» **MATERIAL PROVIDED**:
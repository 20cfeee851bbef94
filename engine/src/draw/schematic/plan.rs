//! Placement by role: for the first amplifier, which input the sensor feeds (drawn on the
//! signal line) and which is the other; the series path to it from the sensor terminal (or
//! from a buffer's output); the
//! legs hanging from each input line (a part or a chain of two to a rail or ground, or one
//! part to a node tied to rails and ground by several parts — a reference divider with its
//! bypass); the feedback parts. What matches no role is left for the fallback area.

use crate::circuit::{Circuit, Part, PartKind, GND};

/// One part of a chain, drawn from node `from` to node `to`.
#[derive(Debug, Clone)]
pub(super) struct Step {
    pub(super) part: usize,
    pub(super) from: String,
    pub(super) to: String,
}

/// A column hanging from an input line: parts in series to a rail or ground, or one part to
/// a node tied to rails and ground by several parts (a reference divider and its bypass).
#[derive(Debug, Clone)]
pub(super) struct Leg {
    pub(super) steps: Vec<Step>,
    pub(super) end: String,
    pub(super) block: Option<Vec<Step>>,
}

/// Where each part goes, by the role of the nodes it joins.
#[derive(Debug, Default)]
pub(super) struct Plan {
    pub(super) amp: Option<usize>,
    pub(super) inp: String,
    pub(super) inn: String,
    pub(super) out: String,
    /// The input the sensor feeds (drawn on the signal line) and the other one.
    pub(super) top: String,
    pub(super) bottom: String,
    /// Where the series path starts: the sensor terminal, or a buffer's output.
    pub(super) start: String,
    /// A series path joins `start` to `top`.
    pub(super) connected: bool,
    pub(super) series: Vec<Step>,
    pub(super) top_legs: Vec<Leg>,
    pub(super) bottom_legs: Vec<Leg>,
    pub(super) feedback: Vec<usize>,
}

/// A supply rail: a bench source from `node` to ground.
#[derive(Debug, Clone)]
pub(super) struct Rail {
    pub(super) node: String,
    pub(super) name: String,
    pub(super) volts: f64,
    pub(super) part: usize,
}

pub(super) fn has(p: &Part, n: &str) -> bool {
    p.nodes.iter().any(|x| x == n)
}

pub(super) fn other(p: &Part, n: &str) -> String {
    p.nodes.iter().find(|x| *x != n).cloned().unwrap_or_else(|| n.to_string())
}

/// A resistor or capacitor to build, with two nodes.
pub(super) fn plain(p: &Part) -> bool {
    !p.bench && p.nodes.len() == 2 && matches!(p.kind, PartKind::Resistor | PartKind::Capacitor)
}

impl Plan {
    /// The gain stage fed from node `start` (the sensor terminal, or a buffer's output);
    /// parts `skip` belong to another block (the buffer) and are left alone.
    pub(super) fn of(c: &Circuit, rails: &[Rail], start: &str, skip: &[usize]) -> Plan {
        let Some(u) = c
            .parts
            .iter()
            .enumerate()
            .position(|(i, p)| p.kind == PartKind::OpAmp && p.nodes.len() >= 5 && !p.bench && !skip.contains(&i))
        else {
            return Plan { start: start.to_string(), ..Plan::default() };
        };
        let nodes = &c.parts[u].nodes;
        let mut plan = Plan {
            amp: Some(u),
            inp: nodes[0].clone(),
            inn: nodes[1].clone(),
            out: nodes[4].clone(),
            start: start.to_string(),
            ..Plan::default()
        };
        let terminal = |n: &str| n == GND || rails.iter().any(|r| r.node == n);
        let mut used = vec![false; c.parts.len()];
        for &i in skip {
            if let Some(x) = used.get_mut(i) {
                *x = true;
            }
        }
        used[u] = true;
        if plan.inn != plan.out {
            for (i, p) in c.parts.iter().enumerate() {
                if plain(p) && has(p, &plan.out) && has(p, &plan.inn) && !used[i] {
                    plan.feedback.push(i);
                    used[i] = true;
                }
            }
        }
        let (inp, inn, out) = (plan.inp.clone(), plan.inn.clone(), plan.out.clone());
        let blocked = |n: &str, avoid: &str| terminal(n) || n == out || n == "emf" || n == avoid;
        let (top, series, connected) = if inp == start || inn == start {
            (start.to_string(), Vec::new(), true)
        } else if let Some(s) = path(c, start, &inp, &|n| blocked(n, &inn), &used) {
            (inp.clone(), s, true)
        } else if let Some(s) = path(c, start, &inn, &|n| blocked(n, &inp), &used) {
            (inn.clone(), s, true)
        } else {
            (inp.clone(), Vec::new(), false)
        };
        for s in &series {
            used[s.part] = true;
        }
        plan.bottom = if top == inp { inn.clone() } else { inp.clone() };
        plan.top = top;
        plan.series = series;
        plan.connected = connected;
        let special = [
            plan.inp.clone(),
            plan.inn.clone(),
            plan.out.clone(),
            "sense".to_string(),
            "emf".to_string(),
            start.to_string(),
        ];
        plan.top_legs = legs(c, &plan.top, true, &mut used, &terminal, &special);
        if plan.bottom != plan.out && plan.bottom != plan.top {
            plan.bottom_legs = legs(c, &plan.bottom, false, &mut used, &terminal, &special);
        }
        plan
    }
}

/// Shortest chain of unused parts from node `start` to `target`.
pub(super) fn path(
    c: &Circuit, start: &str, target: &str, blocked: &dyn Fn(&str) -> bool, used: &[bool],
) -> Option<Vec<Step>> {
    let mut seen: Vec<(String, Option<(usize, String)>)> = vec![(start.to_string(), None)];
    let mut head = 0;
    while head < seen.len() {
        let at = seen[head].0.clone();
        head += 1;
        for (i, p) in c.parts.iter().enumerate() {
            if used[i] || !plain(p) || !has(p, &at) {
                continue;
            }
            let next = other(p, &at);
            if seen.iter().any(|(n, _)| *n == next) || (next != target && blocked(&next)) {
                continue;
            }
            seen.push((next.clone(), Some((i, at.clone()))));
            if next == target {
                let mut steps = Vec::new();
                let mut cur = next;
                while let Some((_, Some((part, prev)))) = seen.iter().find(|(n, _)| *n == cur).cloned() {
                    steps.push(Step { part, from: prev.clone(), to: cur });
                    cur = prev;
                }
                steps.reverse();
                return Some(steps);
            }
        }
    }
    None
}

/// The legs hanging from input node `node`: reference blocks first.
pub(super) fn legs(
    c: &Circuit, node: &str, allow_block: bool, used: &mut [bool], terminal: &dyn Fn(&str) -> bool, special: &[String],
) -> Vec<Leg> {
    let mut out = Vec::new();
    if terminal(node) {
        return out;
    }
    for i in 0..c.parts.len() {
        let p = &c.parts[i];
        if used[i] || !plain(p) || !has(p, node) {
            continue;
        }
        let m = other(p, node);
        let first = Step { part: i, from: node.to_string(), to: m.clone() };
        if terminal(&m) {
            used[i] = true;
            out.push(Leg { steps: vec![first], end: m, block: None });
            continue;
        }
        if m == node || special.contains(&m) {
            continue;
        }
        let rest: Vec<usize> = (0..c.parts.len()).filter(|&j| j != i && has(&c.parts[j], &m)).collect();
        if rest.is_empty() || !rest.iter().all(|&j| !used[j] && plain(&c.parts[j]) && terminal(&other(&c.parts[j], &m)))
        {
            continue;
        }
        let steps: Vec<Step> =
            rest.iter().map(|&j| Step { part: j, from: m.clone(), to: other(&c.parts[j], &m) }).collect();
        if steps.len() == 1 {
            let end = steps[0].to.clone();
            out.push(Leg { steps: vec![first, steps[0].clone()], end, block: None });
        } else if allow_block {
            out.push(Leg { steps: vec![first], end: m.clone(), block: Some(steps) });
        } else {
            continue;
        }
        used[i] = true;
        for j in rest {
            used[j] = true;
        }
    }
    crate::order::sort_by_key(&mut out, |l| l.block.is_none());
    out
}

» **YOUR GOAL**: Beginning with the line that holds "for j in rest" and ending with the last line of the material, retype each line exactly and output nothing else.

» **REPLY**:
        for j in rest {
            used[j] = true;
        }
    }
    crate::order::sort_by_key(&mut out, |l| l.block.is_none());
    out
}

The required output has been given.